Тадоку пристально посмотрел вслед идущему нетвердой походкой барду:
— Вот пошел один из неудачников и нарушителей спокойствия.
— Но, по-видимому, его больше беспокоит что-то внутри его самого, чем то, что происходит снаружи, — заметила жрица. — Бард никогда не был сильным. Он выражает свое неудовольствие и критикует несправедливости, творящиеся в мире, пользуясь лишь своим голосом.
— Такой тип человека — наихудший из всех возмутителей спокойствия, — определил Тадоку. — Он говорит, а многие действуют в соответствии с его словами.
— Вообще-то он мне нравится, — возразил Хэдон. — Майор, не окажете ли вы мне честь завтра потренироваться со мной в фехтовании?
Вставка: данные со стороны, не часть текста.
"""The nearest point beyond a threshold against closed forms and against brute force."""

from __future__ import annotations

import numpy as np
import pytest
from hypothesis import given, settings
from hypothesis import strategies as st
from hypothesis.extra.numpy import arrays
from scipy.optimize import minimize

from stresskit.analyses.nearest import Point, Search, furthest_loss, least_norm, nearest, same

#: misc_checks.json, "worst_case": largest w'x over (x - mu)' S^-1 (x - mu) <= 3^2.
MU, SD = np.array([1.5, 5.0, 2.0]), np.array([2.0, 1.5, 6.0])
CORR = np.array([[1.0, -0.6, 0.4], [-0.6, 1.0, -0.3], [0.4, -0.3, 1.0]])
W = np.array([-0.8, 1.2, -0.25])
WORST_X, WORST_LOSS = (
    np.array([-3.573580615095797, 8.72397723501315, -10.436459800417747]),
    15.936752124196854,
)
ROOT = np.linalg.cholesky(CORR * np.outer(SD, SD))


def searched(value, gradient, size, rows=None, least=None) -> Search:
    none = np.zeros((0, size))
    return Search(
        size,
        lambda points: np.array([value(u) for u in points]),
        lambda u, _: gradient(u),
        none if rows is None else rows,
        np.zeros(0) if least is None else least,
    )


def solved(search: Search, start: np.ndarray) -> Point:
    found = nearest(search, start)
    assert found is not None
    return found


def linear(threshold: float, rows=None, least=None) -> Search:
    slope = ROOT.T @ W
    return searched(lambda u: float(W @ (MU + ROOT @ u)) - threshold, lambda _: slope, 3, rows, least)


def test_the_worst_linear_loss_on_an_ellipsoid_as_published() -> None:
    found = furthest_loss(linear(0.0), 3.0, np.zeros(3))
    assert found.settled
    assert found.value == pytest.approx(WORST_LOSS, rel=1e-9)
    np.testing.assert_allclose(MU + ROOT @ found.u, WORST_X, rtol=1e-6)


def test_the_nearest_path_to_that_loss_is_the_same_one() -> None:
    found = solved(linear(WORST_LOSS), np.zeros(3))
    assert found.settled
    assert found.distance == pytest.approx(3.0, rel=1e-6)
    np.testing.assert_allclose(MU + ROOT @ found.u, WORST_X, rtol=1e-5)


def test_a_floor_is_kept_and_the_rest_makes_up_for_it() -> None:
    rows, least = ROOT[[0]], np.array([-2.0 - MU[0]])  # the first variable stays at or above -2
    found = solved(linear(WORST_LOSS, rows, least), np.zeros(3))
    x = MU + ROOT @ found.u
    assert x[0] >= -2.0 - 1e-9
    assert W @ x >= WORST_LOSS
    want = minimize(
        lambda u: u @ u, np.ones(3), method="SLSQP", tol=1e-14,
        constraints=[
            {"type": "ineq", "fun": lambda u: W @ (MU + ROOT @ u) - WORST_LOSS},
            {"type": "ineq", "fun": lambda u: (MU + ROOT @ u)[0] + 2.0},
        ],
    )  # fmt: skip
    assert found.distance == pytest.approx(float(np.linalg.norm(want.x)), rel=1e-5)
    worst = furthest_loss(linear(0.0, rows, least), 3.0, np.zeros(3))
    assert worst.distance <= 3.0 + 1e-9
    assert (MU + ROOT @ worst.u)[0] >= -2.0 - 1e-9
    assert 0.0 < worst.value < WORST_LOSS


def test_a_curved_threshold_by_brute_force() -> None:
    a, b = np.array([1.0, 0.4]), np.array([[0.15, 0.05], [0.05, -0.1]])
    search = searched(lambda u: float(a @ u + u @ b @ u) - 2.0, lambda u: a + 2 * b @ u, 2)
    found = solved(search, np.zeros(2))
    angle = np.linspace(0, 2 * np.pi, 20_001)
    way = np.stack([np.cos(angle), np.sin(angle)], axis=1)
    square, slope = np.einsum("ai,ij,aj->a", way, b, way), way @ a
    with np.errstate(invalid="ignore", divide="ignore"):
        r = (-slope + np.sqrt(slope**2 + 8.0 * square)) / (2.0 * square)
    best = np.nanmin(np.where(r > 0, r, np.nan))
    assert found.settled
    assert found.value >= 0.0
    assert found.distance == pytest.approx(best, rel=1e-5)


def test_two_ways_out_are_two_solutions_and_coming_back_to_one_is_none() -> None:
    # a valley with the threshold at both ends: u0 = 2 and u0 = -3
    search = searched(
        lambda u: float((u[0] - 2.0) * (u[0] + 3.0)), lambda u: np.array([2.0 * u[0] + 1.0, 0.0]), 2
    )
    near, far = solved(search, np.array([1.0, 0.5])), solved(search, np.array([-2.0, 0.0]))
    np.testing.assert_allclose(near.u, [2.0, 0.0], atol=1e-5)
    np.testing.assert_allclose(far.u, [-3.0, 0.0], atol=1e-5)
    assert not same(near, far)
    assert nearest(search, np.array([1.5, 1.0]), [near]) is None


def test_a_function_that_saturates_is_not_reached_and_says_so() -> None:
    search = searched(
        lambda u: float(np.tanh(u[0])) - 2.0, lambda u: np.array([1 - np.tanh(u[0]) ** 2, 0.0]), 2
    )
    assert not solved(search, np.zeros(2)).settled


@settings(max_examples=60, deadline=None)
@given(
    arrays(np.float64, (3, 4), elements=st.floats(-3, 3)), arrays(np.float64, 3, elements=st.floats(-2, 2))
)
def test_least_norm_is_feasible_and_no_projection_improves_it(rows: np.ndarray, least: np.ndarray) -> None:
    found = least_norm(rows, least)
    if found is None or np.linalg.norm(found) > 1e3:
        return
    slack = rows @ found - least
    assert slack.min() >= -1e-7 * max(1.0, float(np.abs(found).max()))
    active = rows[slack < 1e-6 * max(1.0, float(np.abs(found).max()))]
    # the optimum is a combination of the rows that bind, with weights of no wrong sign (Karush-Kuhn-Tucker)
    if not active.size:
        np.testing.assert_allclose(found, 0.0, atol=1e-9)
        return
    want = minimize(
        lambda w: float(((active.T @ w - found) ** 2).sum()), np.zeros(active.shape[0]),
        bounds=[(0, None)] * active.shape[0], method="L-BFGS-B", options={"ftol": 1e-18, "gtol": 1e-12},
    )  # fmt: skip
    assert want.fun <= 1e-6 * max(1.0, float(found @ found))
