def test_each_channel_moves_its_own_part_of_the_product(contracted: Setting) -> None:
    """EL = sum of q x LGD x EAD x D, loan by loan with numpy: each factor from the path that its channel is on."""
    setting = contracted
    base, other = (setting.route(setting.path(n)) for n in ("baseline", "slump"))
    book = setting.portfolio
    everyone, steps = np.arange(book.n_loans), setting.book.horizon

    def factors(route: Route, hazards: dict[str, Route]) -> dict[str, np.ndarray]:
        fits = {c: setting.fits[c] for c in ("default", "payoff")}
        odds = {}
        for cause, fit in fits.items():
            features = hazards[cause].features
            first = book.as_of + 1 - features.start
            values = np.stack([features.column(n)[first : first + steps] for n in fit.feature_names], axis=1)
            loan = fit.loan_part(book.static, book.n_loans, book.loan_ids)
            eta = np.empty((book.n_loans, steps))
            for i in everyone:
                cell = fit.cell_part(book.age[i] + 1 + np.arange(steps), values, fit.feature_names)
                eta[i] = loan.s[i] + cell.z + cell.V @ loan.U[i]
            odds[cause] = np.expm1(np.exp(eta)) * (np.arange(steps) < book.remaining[:, None])
        stay = 1 / (1 + odds["default"] + odds["payoff"])
        before = np.cumprod(np.column_stack([np.ones(book.n_loans), stay]), axis=1)[:, :-1]
        tile = route.contracts.tile(everyone, steps)
        rates = np.log1p(tile.rates() / 12)
        return {
            "q": before * stay * odds["default"],
            "exposure": tile.exposures() * (np.arange(steps) < book.remaining[:, None]),
            "discount": np.exp(-(np.cumsum(rates, axis=1) - 0.5 * rates)),
        }

    for channels in (
        ["exposure"],
        ["discount"],
        ["lgd"],
        ["default", "discount"],
        ["payoff", "lgd", "exposure"],
    ):
        pick = {
            c: other if c in channels else base for c in ("default", "payoff", "lgd", "exposure", "discount")
        }
        q = factors(base, {"default": pick["default"], "payoff": pick["payoff"]})["q"]
        exposure = factors(pick["exposure"], {"default": base, "payoff": base})["exposure"]
        discount = factors(pick["discount"], {"default": base, "payoff": base})["discount"]
        lgd = pick["lgd"].lgd.tile(everyone, steps, exposure)
        want = float((q * exposure * discount * lgd).sum())
        mixed = setting.book.along([with_channels(base, other, channels)])[0]
        assert float(mixed.loans["el_lifetime"].sum()) == pytest.approx(want, rel=1e-10), channels


def test_five_channels_and_their_matrix_add_up(contracted: Setting) -> None:
    found = analyse(contracted, "attribution")
    assert found.facts["channels"] == ["default", "payoff", "lgd", "exposure", "discount"]
    by_channel = parts(found, "channels", "channel")
    assert (by_channel != 0).all()
    losses = [lifetime(contracted, contracted.path(n)) for n in ("baseline", "slump")]
    assert by_channel.sum() == pytest.approx(losses[1] - losses[0], rel=1e-9)
    matrix = found.table("matrix").set_index("variable").drop("difference")
    # rates follow the policy rate alone: what prices do through exposure is what both do together, shared in halves
    assert abs(matrix.loc["house_price_index", "el_exposure"]) < 0.2 * abs(
        matrix.loc["policy_rate", "el_exposure"]
    )
    np.testing.assert_allclose(
        matrix[[c for c in matrix.columns if c != "el_lifetime"]].sum(axis=0).to_numpy(),
        by_channel[["default", "early repayment", "LGD", "exposure", "discounting"]].to_numpy(),
        rtol=1e-9,
    )


def test_a_variable_that_nothing_reads_has_exactly_no_part_and_is_named(
    tmp_path: Path, found: Analysis
) -> None:
    setting = var_setting(tmp_path, payoff_reads_rate=False)
    assert "policy_rate" not in channel_reads(setting)["payoff"]
    other = analyse(setting, "attribution")
    table = other.table("variables").set_index("variable")
    assert (table.loc["policy_rate"] == 0.0).all()
    assert other.facts["not_read"] == ["policy_rate"]
    assert any(
        "policy_rate differs between the scenarios, but no hazard, contract or LGD of this study reads it: its part is exactly 0."
        in n
        for n in other.notes
    )
    assert found.facts["not_read"] == []


def test_the_order_of_scenarios_and_of_variables_changes_no_bit(setting: Setting, found: Analysis) -> None:
    turned = analyse(setting, "attribution", Attribution.model_validate({"from": "slump", "to": "baseline"}))
    one, other = (parts(a, "variables", "variable") for a in (found, turned))
    np.testing.assert_allclose(one, -other[one.index], rtol=1e-9)
    path, slump = setting.path("baseline"), setting.path("slump")

    def shuffled(p: ScenarioPath) -> ScenarioPath:
        names = list(p.values)[::-1]
        return ScenarioPath(
            p.name,
            p.weight,
            p.frequency,
            p.start,
            {n: p.values[n] for n in names},
            {n: p.flags[n] for n in names},
        )

    read = list(path.values)
    assert cast(path, slump, read, {}) == cast(shuffled(path), shuffled(slump), read[::-1], {})


def test_a_group_is_moved_as_one_and_has_the_parts_of_its_variables_together(
    setting: Setting, found: Analysis
) -> None:
    spec = Attribution.model_validate({"groups": {"prices_and_rates": ("house_price_index", "policy_rate")}})
    grouped = parts(analyse(setting, "attribution", spec), "variables", "variable")
    single = parts(found, "variables", "variable")
    assert set(grouped.index) == {"prices_and_rates", "unemployment_rate"}
    assert grouped.sum() == pytest.approx(single.sum(), rel=1e-9)
    # not the sum of the two parts to the digit: with whom they are moved together differs
    assert grouped["prices_and_rates"] == pytest.approx(
        single["house_price_index"] + single["policy_rate"], rel=0.1
    )


def test_elasticities_are_slopes_of_the_loss(setting: Setting, found: Analysis) -> None:
    table = found.table("elasticities").set_index(["scenario", "variable"])
    path = setting.path("slump")
    small = 1e-3
    for variable, moved in (
        ("unemployment_rate", path.values["unemployment_rate"] + small),
        ("house_price_index", path.values["house_price_index"] * (1 + 0.01 * small)),
    ):
        higher = ScenarioPath(
            path.name, None, path.frequency, path.start, {**path.values, variable: moved}, path.flags
        )
        slope = (lifetime(setting, higher) - lifetime(setting, path)) / small
        assert table.loc[("slump", variable), "el_per_one_more"] == pytest.approx(slope, rel=5e-3)
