def bare(u: str, *, head: str = "", tail: str = "", name: str = "stress") -> str:
    """A scenario on top of baseline that states one path."""
    lines = [f"scenario: {name}", "starts: 2026Q1", "based_on: baseline", *head.splitlines()]
    return "\n".join([*lines, "paths:", f"  u: {u}", *tail.splitlines()])


REVERTING = BASELINE + "    afterwards: {u: {revert_to: 7.3, over: 8}, hpi: hold}\n"


@pytest.mark.parametrize(
    ("u", "expected", "stated"),
    [
        ("{add_to: baseline, values: [1, 2, 3, 3, 2, 1], then: zero}", [6, 7.1, 8.2, 8.3, 7.3, 6.3, 5.3, 5.3], 6),
        ("{add_to: baseline, values: [1, 2, 3, 3, 2, 1], then: hold}", [6, 7.1, 8.2, 8.3, 7.3, 6.3, 6.3, 6.3], 6),
        ("{multiply: baseline, values: [2, 2, 2, 2, 2, 2], then: one}", [10, 10.2, 10.4, 10.6, 10.6, 10.6, 5.3, 5.3], 6),
        ("{multiply: baseline, values: [2, 2, 2, 2, 2, 2], then: hold}", [10, 10.2, 10.4, 10.6, 10.6, 10.6, 10.6, 10.6], 6),
        # up by 3, 6; back by 1.5 each
        ("{change_from: baseline, peak_points: 6, at: 2026Q2, back_by: 2027Q2}", [8, 11.1, 9.7, 8.3, 6.8, 5.3, 5.3, 5.3], 6),
        ("{add_to: baseline, values: [1, 2], then: zero}", [6, 7.1, 5.2, 5.3, 5.3, 5.3, 5.3, 5.3], 4),
    ],
)  # fmt: skip
def test_then_acts_although_the_list_outlasts_the_baseline(u, expected, stated, tmp_path):
    path = resolved(tmp_path, BASELINE, bare(u))["stress"]
    np.testing.assert_allclose(path.values["u"], expected, rtol=1e-14)
    assert path.stated["u"] == stated
    # the baseline is given for four quarters, and nothing that rests on it longer
    assert path.flags["u"].tolist() == [0] * 4 + [2] * 4


def test_a_shock_follows_a_reverting_baseline_from_where_the_baseline_reverts(tmp_path):
    """Baseline goes 5.3 -> 7.3 by 0.25 a quarter from 2027Q1 on; the list ends in 2027Q3, seven quarters in."""
    zeros = bare("{add_to: baseline, values: [0, 0, 0, 0, 0, 0, 0], then: hold}", name="zeros")
    ones = bare("{add_to: baseline, values: [1, 1, 1, 1, 1, 1, 1], then: zero}", name="ones")
    back = bare("{change_from: baseline, peak_points: 6, at: 2026Q2, back_by: 2027Q2}", name="back")
    paths = resolved(tmp_path, REVERTING, zeros, ones, back, horizon=30)
    base = [5.0, 5.1, 5.2, 5.3, 5.55, 5.8, 6.05, 6.3, 6.55, 6.8]
    np.testing.assert_allclose(paths["baseline"].values["u"], base, rtol=1e-14)
    assert paths["zeros"].values["u"].tobytes() == paths["baseline"].values["u"].tobytes()
    added = np.array([1, 1, 1, 1, 1, 1, 1, 0, 0, 0])
    np.testing.assert_allclose(paths["ones"].values["u"], base + added, rtol=1e-14)
    # straight back from 2026Q2, where it is 6, to nothing in 2027Q2
    there = np.array([3, 6, 4.5, 3, 1.5, 0, 0, 0, 0, 0])
    np.testing.assert_allclose(paths["back"].values["u"], base + there, rtol=1e-14)


@pytest.mark.parametrize(
    ("u", "rule", "expected"),
    [
        # the list of six outlasts the baseline's four: a rule departs from the list's last value ...
        ("[1, 1, 1, 1, 1, 1], then: hold", "hold", [6.0, 6.1, 6.2, 6.3, 6.55, 6.8, 6.8, 6.8, 6.8, 6.8]),
        ("[1, 1, 1, 1, 1, 1], then: hold", "{revert_to: 2.8, over: 2}", [6.0, 6.1, 6.2, 6.3, 6.55, 6.8, 4.8, 2.8, 2.8, 2.8]),
        # ... or, when the shock is then over, from the first value without it
        ("[1, 1, 1, 1, 1, 1], then: zero", "hold", [6.0, 6.1, 6.2, 6.3, 6.55, 6.8, 6.05, 6.05, 6.05, 6.05]),
        ("[1, 1, 1, 1, 1, 1], then: zero", "{revert_to: 4.05, over: 2}", [6.0, 6.1, 6.2, 6.3, 6.55, 6.8, 6.05, 5.05, 4.05, 4.05]),
        ("[1, 1, 1, 1, 1, 1], then: hold", "baseline", [6.0, 6.1, 6.2, 6.3, 6.55, 6.8, 6.05, 6.3, 6.55, 6.8]),
        # a short list: what the baseline states is kept
        ("[1, 2], then: hold", "hold", [6.0, 7.1, 7.2, 7.3, 7.3, 7.3, 7.3, 7.3, 7.3, 7.3]),
        ("[1, 2], then: zero", "{revert_to: 3.3, over: 2}", [6.0, 7.1, 5.2, 5.3, 4.3, 3.3, 3.3, 3.3, 3.3, 3.3]),
    ],
)  # fmt: skip
@pytest.mark.parametrize("scope", ["{{u: {}}}", "{}"])
def test_a_rule_of_the_shocked_scenario_itself(u, rule, expected, scope, tmp_path):
    text = bare(f"{{add_to: baseline, values: {u}}}", tail=f"afterwards: {scope.format(rule)}")
    if scope == "{}":  # one rule for all: the index is given here, so that the rule can hold for it
        text = text.replace("paths:", "paths:\n  hpi: {values: [150]}")
    path = resolved(tmp_path, REVERTING, text, horizon=30)["stress"]
    np.testing.assert_allclose(path.values["u"], expected, rtol=1e-14)


def test_a_rule_is_looked_for_no_further_than_the_scenario_that_states_the_shock(tmp_path):
    """top < middle < low < baseline; low's rule is about low's path, middle's shock does not come back under it."""
    low = bare("{values: [6]}", name="low", tail="afterwards: {u: {revert_to: 8, over: 2}}")
    middle = bare("{add_to: low, values: [1, 1], then: zero}", name="middle").replace(
        "based_on: baseline", "based_on: low"
    )
    heir = "scenario: heir\nstarts: 2026Q1\nbased_on: middle"
    ruled = heir.replace("heir", "ruled") + "\nafterwards: {u: {revert_to: 10, over: 1}}"
    top = bare("{multiply: ruled, values: [2, 2, 2], then: one}", name="top").replace(
        "based_on: baseline", "based_on: ruled"
    )
    paths = resolved(tmp_path, BASELINE, low, middle, heir, ruled, top, horizon=18)
    assert paths["low"].values["u"].tolist() == [6.0, 7.0, 8.0, 8.0, 8.0, 8.0]
    assert paths["middle"].values["u"].tolist() == [7.0, 8.0, 8.0, 8.0, 8.0, 8.0]
    assert paths["heir"].values["u"].tobytes() == paths["middle"].values["u"].tobytes()
    # the shock is off in 2026Q3; from there
    assert paths["ruled"].values["u"].tolist() == [7.0, 8.0, 8.0, 10.0, 10.0, 10.0]
    # ruled's rule is in ruled's path; top's factors change that path
    assert paths["top"].values["u"].tolist() == [14.0, 16.0, 16.0, 10.0, 10.0, 10.0]
    assert [paths[n].stated["u"] for n in ("low", "middle", "ruled", "top")] == [1, 2, 2, 3]
    # low gives one value, and all others stand on it
    assert [paths[n].flags["u"].tolist().count(0) for n in ("low", "middle", "ruled", "top")] == [1, 1, 1, 1]
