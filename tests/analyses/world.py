"""A small study set up for projections, shared by the tests of one file."""

from __future__ import annotations

from pathlib import Path

import stresskit as sk
from stresskit.runs.api import checked_setting
from stresskit.runs.setting import Setting
from tests.cli.small_study import write_small_study


def small_setting(folder: Path) -> Setting:
    """The small study of the command line's tests, fitted and set up."""
    file = sk.load_study(write_small_study(folder))
    data = sk.prepare(file)
    return checked_setting(file, data, sk.fit(file, data))[0]
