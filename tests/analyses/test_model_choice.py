"""Model choice against studies whose text was changed by hand and run from the start."""

from __future__ import annotations

from pathlib import Path

import numpy as np
import pandas as pd
import pytest

import stresskit as sk
from stresskit.analyses.ask import analyse
from stresskit.core.errors import DataError, TextError, UsageError
from stresskit.runs.records import Analysis
from stresskit.runs.setting import Setting
from stresskit.search.api import read_search, search_specifications
from stresskit.search.folder import write_search
from stresskit.spec.model_choice import ModelChoice
from tests.analyses import past_world as world
from tests.analyses.world import setting_of

SEARCH = """\
search: unemployment
cause: default
candidates:
  - {of: unemployment_rate, transforms: [difference], over: [2, 4], lags: [1, 2], expect: positive}
rules: {max_p: null}
out_of_time: {folds: 2, window: 6}
"""


@pytest.fixture(scope="module")
def loans() -> pd.DataFrame:
    return world.panel(1500, seed=5)


@pytest.fixture(scope="module")
def setting(tmp_path_factory: pytest.TempPathFactory, loans: pd.DataFrame) -> Setting:
    file = world.write_world(tmp_path_factory.mktemp("choice"))
    (file.base / "search.yaml").write_text(SEARCH)
    return setting_of(file, loans=loans)


@pytest.fixture(scope="module")
def found(setting: Setting) -> Analysis:
    return analyse(
        setting, "model_choice",
        ModelChoice(search="search.yaml", top=2, weights={"study": 3.0, "link": 1.0}),
    )  # fmt: skip


@pytest.fixture(scope="module")
def details(found: Analysis) -> pd.DataFrame:
    return found.table("details").set_index("name")


def by_hand(folder: Path, loans: pd.DataFrame, old: str, new: str) -> pd.DataFrame:
    """Summary of the book, by scenario, of the study with its text changed."""
    assert old in world.STUDY
    file = world.write_world(folder, world.STUDY.replace(old, new))
    data = sk.prepare(file, loans=loans)
    summary = sk.project(file, data, sk.fit(file, data)).summary
    return summary[summary["by"] == ""].set_index("scenario")


@pytest.mark.parametrize(
    ("name", "old", "new"),
    [
        ("study", "study: past-world", "study: past-world"),
        ("link", "link: cloglog", "link: logit"),
        ("tail_weibull", "{age: log}", "{age: log, beyond: weibull}"),
        ("lag_unemployment_change_2", "over: 4, lag: 1", "over: 4, lag: 2"),
        ("lag_unemployment_change_0", "over: 4, lag: 1", "over: 4, lag: 0"),
        ("search_2", "over: 4, lag: 1", ""),
        ("without_payoff", "  payoff:\n    link: cloglog\n    terms:\n      - {age: linear}\n", ""),
    ],
)
def test_each_change_is_the_study_with_that_text(
    name: str, old: str, new: str, details: pd.DataFrame, found: Analysis, loans: pd.DataFrame, tmp_path: Path
) -> None:
    row = details.loc[name]
    if name == "search_2":
        over, lag = row["change"].split("difference")[1][0], row["change"].split("lag")[1][0]
        new = f"over: {over}, lag: {lag}"  # the rank is the search's affair
    if str(row["result"]).startswith("not possible"):
        with pytest.raises(Exception, match=str(row["result"]).removeprefix("not possible: ")[:40]):
            by_hand(tmp_path, loans, old, new)
        return
    summary = by_hand(tmp_path, loans, old, new)
    assert row["el_stressed"] == pytest.approx(summary.loc["slump", "el_lifetime"], rel=1e-9)
    assert row["el_baseline"] == pytest.approx(summary.loc["baseline", "el_lifetime"], rel=1e-9)
    assert row["pd_stressed"] == pytest.approx(summary.loc["slump", "pd_lifetime"], rel=1e-9)
    assert row["lgd_stressed"] == pytest.approx(summary.loc["slump", "lgd"], rel=1e-9)


def test_a_searched_specification_that_the_study_has_already_is_the_study(details: pd.DataFrame) -> None:
    assert "unemployment_change (rank 1" in details.loc["search_1", "change"]
    assert details.loc["search_1", "el_stressed"] == pytest.approx(
        details.loc["study", "el_stressed"], rel=1e-9
    )


def test_windows_are_fits_on_the_rows_cut_by_hand(
    details: pd.DataFrame, setting: Setting, loans: pd.DataFrame
) -> None:
    cut = loans[loans["quarter"] <= "2009Q4"]
    early = sk.prepare(setting.file, loans=cut)
    fits = {
        c: sk.fit_hazard(s, early.loans.risk_set, early.features, cause=c)
        for c, s in setting.file.study.hazards.items()
    }
    changed = setting.with_fits({str(c): f for c, f in fits.items()})
    el = float(changed.along([changed.path("slump")])[0].loans["el_lifetime"].sum())
    assert details.loc["without_last_3", "change"] == "fitted without the last 3 years, to rows up to 2009Q4"
    assert details.loc["without_last_3", "el_stressed"] == pytest.approx(el, rel=1e-9)
    assert {"first_half", "last_half"} <= set(details.index)


def test_range_answer_and_average(found: Analysis, details: pd.DataFrame) -> None:
    inside = details[details["in_range"] == "yes"]
    assert len(inside) >= 5
    assert (inside["gates_failed"] == "").all()
    assert details.loc["without_payoff", "in_range"] == "no"
    assert found.facts["el_low"] == inside["el_stressed"].min()
    assert found.facts["el_high"] == inside["el_stressed"].max()
    for value in (
        inside["el_stressed"].min(),
        inside["el_stressed"].max(),
        details.loc["study", "el_stressed"],
    ):
        assert f"{value:,.0f}" in found.answer
    mean = 0.75 * details.loc["study", "el_stressed"] + 0.25 * details.loc["link", "el_stressed"]
    assert details.loc["average", "el_stressed"] == pytest.approx(mean, rel=1e-12)
    assert details.loc["study", "difference_change"] == 0.0
    assert details.loc["study", "aic_difference"] == 0.0
    assert np.isnan(details.loc["first_half", "aic_difference"])


def test_a_finished_search_gives_the_rows_that_the_search_gives(
    setting: Setting, details: pd.DataFrame, tmp_path: Path
) -> None:
    loaded = read_search(setting.file.base / "search.yaml")
    write_search(search_specifications(setting.file, setting.data, loaded), setting.file.base / "searched")
    only = ModelChoice(
        search="searched",
        top=2,
        links=False,
        tails=False,
        lags=(),
        halves=False,
        without_last_years=(),
        payoff=False,
        out_of_time=0,
    )
    again = analyse(setting, "model_choice", only).table("details").set_index("name")
    assert list(again.index) == ["study", "search_1", "search_2"]
    for name in again.index:
        assert again.loc[name, "el_stressed"] == details.loc[name, "el_stressed"]
    assert again["log_score"].isna().all()
    (setting.file.base / "empty").mkdir()
    with pytest.raises(DataError, match="empty is not the folder of a finished search"):
        analyse(setting, "model_choice", ModelChoice(search="empty"))


def test_bad_requests_are_told(setting: Setting) -> None:
    def ask(**keys: object) -> None:
        analyse(setting, "model_choice", ModelChoice.model_validate(keys))

    with pytest.raises(
        UsageError, match=r"no scenario 'slum'; did you mean 'slump'\? \(scenarios: baseline, slump\)"
    ):
        ask(scenario="slum")
    with pytest.raises(
        UsageError, match="'baseline' is the scenario that differences are taken to; name a stressed one"
    ):
        ask(scenario="baseline")
    with pytest.raises(
        UsageError, match=r"weights: no row 'links'; did you mean 'link'\? \(rows: study, link, "
    ):
        ask(weights={"links": 1.0})
    with pytest.raises(UsageError, match=r"there is no file or folder 'nowhere\.yaml' beside the study"):
        ask(search="nowhere.yaml")
    with pytest.raises(TextError, match="a study, where a search was expected"):
        ask(search="study.yaml")
    with pytest.raises(ValueError, match="0 changes nothing"):
        ModelChoice(lags=(0,))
— С радостью, — согласился Тадоку.
Хэдону той ночью снилась не прекрасная Авинет, как того можно было бы ожидать, а его мать. Он то и дело подбегал к ней, а она, хоть и стояла, раскрыв руки, готовая обнять его, постоянно отодвигалась назад и в конце концов терялась в тени. Он проснулся, рыдая навзрыд, и задумался, не послала ли ему Сисискен сообщение о смерти матери. После завтрака он написал своей семье длинное письмо. Но письмо можно было отправить лишь в Мукхе; пройдет много
Кебивейбес, значительно раньше, чем предполагал Хэдон, застал его за писанием последних абзацев на свитке. Бард приблизился к нему, когда Хэдон запечатывал письмо:
— Ты умеешь писать? Я поражен. Я сам немного знаю слоговую азбуку, но боюсь стать слишком грамотным.
Хэдон удивился:
— Почему так?
— Письменность — враг памяти, — ответил Кебивейбес. — Посмотри на меня. Я бард, который должен много запомнить, а я и в действительности помню наизусть тысячи строк. В голове я храню слова сотен песен. Я начал заучивать их в три года, и мой труд на протяжении всей жизни был тяжел. Но я знаю их хорошо; они отпечатались в моем сердце.
— Если же мне придется зависеть от написанного слова, мое сердце ослабнет. Вскоре я начну запинаться в поисках строки и буду вынужден обращаться к свиткам, чтобы найти забытые слова. Я боюсь, что когда все станет записанным, а именно этого и желают жрицы, память у бардов сделается такой же короткой, как и у всех остальных.
— Допускаю, — отозвался Хэдон. — Но если бы великий Авинес не изобрел бы слоговую азбуку, наука и торговля не продвинулись бы столь быстро. А империя Кхокарсы не простерла бы столь широко свои границы.
— Может, это и хорошо, — продолжал бард. На вопрос, что он имеет в виду, бард не ответил, а лишь сообщил:
— Тадоку просил передать, что он готов встретиться с тобой для тренировки чуть позже на носовой части палубы. Сейчас он диктует Хинокли письма во дворец. Его, видимо, огорчили мои вечерние излияния.
— Ты их помнишь? — спросил Хэдон.
— Бард рассмеялся:
— Я не всегда настолько пьян, как кажется. Тадоку беспокоит то, что я знаю, какими людьми ему предстоит командовать больше, чем он сам. Очевидно, ему никто не сказал правды.
— А как ты выяснил ее? — спросил Хэдон.
— После спальни королевы наилучшее место для выяснения секретов — это таверна.
— Мне многому надо учиться, — сказал Хэдон.
— Уже одно, что ты признаешь это, означает, что ты сможешь научиться, — тут же оценил Кебивейбес откровенность Хэдона.
Где-то в середине утра в каюту вошел Тадоку и отдал Хэдону честь. Хэдон ответил на приветствие, выставив перед собой правую руку — кончики большого пальца и мизинца соединены, а три срединных расставлены.
— Официально ты не примешь командование до тех пор, пока мы не прибудем в Мукху. Но было бы полезно ознакомиться с нашими ролями еще до того. И если ты нуждаешься в моих советах, если я могу научить тебя чему-нибудь, я в твоем распоряжении.
— Сядь, — попросил Хэдон. — Во-первых, я хотел бы получить откровенный ответ: испытываешь ли ты, опытный офицер и прославленный нуматену, возмущение от того, что должен служить под началом зеленого юнца?
— При других обстоятельствах, такое могло иметь место, — ответил Тадоку. — Но данная ситуация необычна. Кроме того, ты не упрямец, желающий делать все по своему. По правде говоря, если я буду служить тебе хорошо, моя карьера имеет неплохие перспективы. В конечном итоге, ты можешь когда-нибудь стать королем.